IL ROSSETTO (THE LIPSTICK, 1960) is Damiano Damiani’s first film as director. While Elio Petri’s debut, L’ASSASSINO, seems like a near-remake of Joseph Losey’s BLIND DATE, DD seems to have chosen as his model another British picture, J. Lee Thompson’s TIGER BAY. But he’s changed things more.
His lead is teenager Laura Vivaldi, who has a precocious crush on handsome Pierre Brice. He’s much older and only shows an interest in her when it turns out she can put him at the scene of a recent murder. Now he starts doting on her, while working out what he has to do to keep her quiet…
Vivaldi is great — maybe not the thespian genius Hayley Mills was as a kid, but very affecting and credible. Her mom is played by Bella Darvi, so we know there’s going to be trouble there. Brice’s REAL girlfriend is Georgia Moll, miscast by Mankiewicz as a Vietnamese character in THE QUIET AMERICAN (why didn’t somebody point JLM to Dany Carrel?). And the police inspector who starts honing in on Brice, using young Vivaldi as a wedge to crack him, is Pietro Germi, who did quite a bit of acting alongside his celebrated directing career.

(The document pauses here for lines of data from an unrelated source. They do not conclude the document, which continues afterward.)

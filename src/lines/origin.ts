/**
 * Which origin (read, memory, computed) the catalog rows behind one assigned reference line
 * have. Identification merges rows closer than a resolution element into one reference line
 * (src/identify/prepare.ts), so a blend's origin is that of every row within one FWHM of its
 * centre; a single line's is its nearest row's. Pure.
 */
import { windowRange } from './search.js';
import type { Catalog, LineOrigin, SpeciesLines } from './types.js';

/** One origin, or `mixed` when a blend's rows disagree; null if the species has no rows. */
export type ReferenceOrigin = LineOrigin | 'mixed';

export function referenceOrigin(
  catalog: Catalog,
  species: string,
  ref_vacuum_nm: number,
  blend: boolean,
  fwhm_nm: number,
): ReferenceOrigin | null {
  // The weighed lines and the faint ones (an assignment can be to either).
  const tables = [catalog.species.get(species), catalog.faint.get(species)].filter(
    (l): l is SpeciesLines => l !== undefined && l.vacuum_nm.length > 0,
  );
  if (tables.length === 0) return null;
  if (blend) {
    const found = new Set<LineOrigin>();
    for (const lines of tables) {
      const [a, b] = windowRange(lines.vacuum_nm, ref_vacuum_nm - fwhm_nm, ref_vacuum_nm + fwhm_nm);
      for (const o of lines.origin.slice(a, b)) found.add(o);
    }
    if (found.size === 1) return [...found][0] as LineOrigin;
    if (found.size > 1) return 'mixed';
  }
  let best: { origin: LineOrigin; distance: number } | null = null;
  for (const lines of tables)
    for (let k = 0; k < lines.vacuum_nm.length; k++) {
      const distance = Math.abs((lines.vacuum_nm[k] as number) - ref_vacuum_nm);
      if (best === null || distance < best.distance)
        best = { origin: lines.origin[k] as LineOrigin, distance };
    }
  return best?.origin ?? null;
}

/** How many of the assigned reference lines were read, recalled, computed (or mixed blends). */
export function countOrigins(origins: readonly (ReferenceOrigin | null)[]): Record<ReferenceOrigin, number> {
  const out: Record<ReferenceOrigin, number> = { read: 0, memory: 0, computed: 0, mixed: 0 };
  for (const o of origins) if (o !== null) out[o]++;
  return out;
}
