/**
 * Writes the published JSON Schemas from their one TypeBox definitions (npm run schema):
 * schema/session-1.schema.json and schema/project-1.schema.json. The program validates with
 * these files (src/session/validate.ts), so run this after changing either definition; a test
 * fails until they match.
 */
import { writeFileSync } from 'node:fs';
import { projectConfigJsonSchema } from '../src/config/schema.js';
import { sessionJsonSchema } from '../src/session/schema.js';

for (const [file, schema] of [
  ['schema/session-1.schema.json', sessionJsonSchema()],
  ['schema/project-1.schema.json', projectConfigJsonSchema()],
] as const) {
  writeFileSync(file, `${JSON.stringify(schema, null, 2)}\n`);
  process.stdout.write(`wrote ${file}\n`);
}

Germi is one of the film’s most interesting creations — structurally, he’s Columbo-like (enter late, slowly take over), but less sympathetic. Damiani is not, I think, enamoured of the cops. Germi has a picture of his own daughter on his desk. He’s very kindly toward Vivaldi and he believes her story. It turns out she’s just the age his own daughter would have been.
When a more cynical cop undermines Germi’s faith in his star witness — and the thing that does it is the fact that she’s known to have experimented with lipstick — the hussy! — he turns against her. Things get very dark indeed, and social critique almost takes over from detective drama. It’s a perfect balance, actually.

Two possible criticisms — the movie could make a great advertisment for suicide attempting as a means to resolve adolescent troubles, which could seem irresponsible — and the resolution of the mother-daughter plot is not too satisfying since Darvi plays the mom’s bad qualities much more convincingly than the good ones — she’s been wrapped up in her own soap opera affairs as a married man’s mistress, and doesn’t seem to earn her happy ending. But really these issues don’t seem as troublesome as they ought to be.
Damiani’s direction is assured and simple, sustaining his beautifully crafted melodrama.
I also took a look at GODDESS OF LOVE (1958), in the wonder of Ferraniacolor and Totalscope — an unusual peplum-thing scripted by Damiani. He did a bunch of these for veteran director Victor Tourjansky, but this one departs from the usual playbook. There are no bulging biceps, and despite some marching armies in the second act, the film is mostly intimate, and genuinely interested in its love story, structured around the sculpting of the Aphrodite of Knidos.
You learn absolutely nothing important or accurate about this significant work of art except that it was chiselled by a bloke called Praxiteles (Massimo Girotti), but Damiani’s feminist side is apparent — Belinda Lee, a voluptuous lass from Devon, is tyrannized from all sides because of her beauty — it’s like THE RED SHOES, only clunky on every level. Praxiteles wants her as model (but secretly is smitten), a wounded Macedonian he shelters (Lithuanian sideboard Jacques Sernas, Il Divo in LA DOLCE VITA) is in simply manly love with her, and the entire Greek army lusts after her for the way she knocks the shape out of a tunic.

Damiani is guilty of some bad radio writing — “Let’s run away from here through this door!” but his story is actually compelling. Tourjansky, once a wild stylist in France in the 20s, has settled into his “mature” period — asleep at the wheel. You don’t need to watch it. But it’s interesting to see DD already mastering story and making something a little more interesting than it needs to be.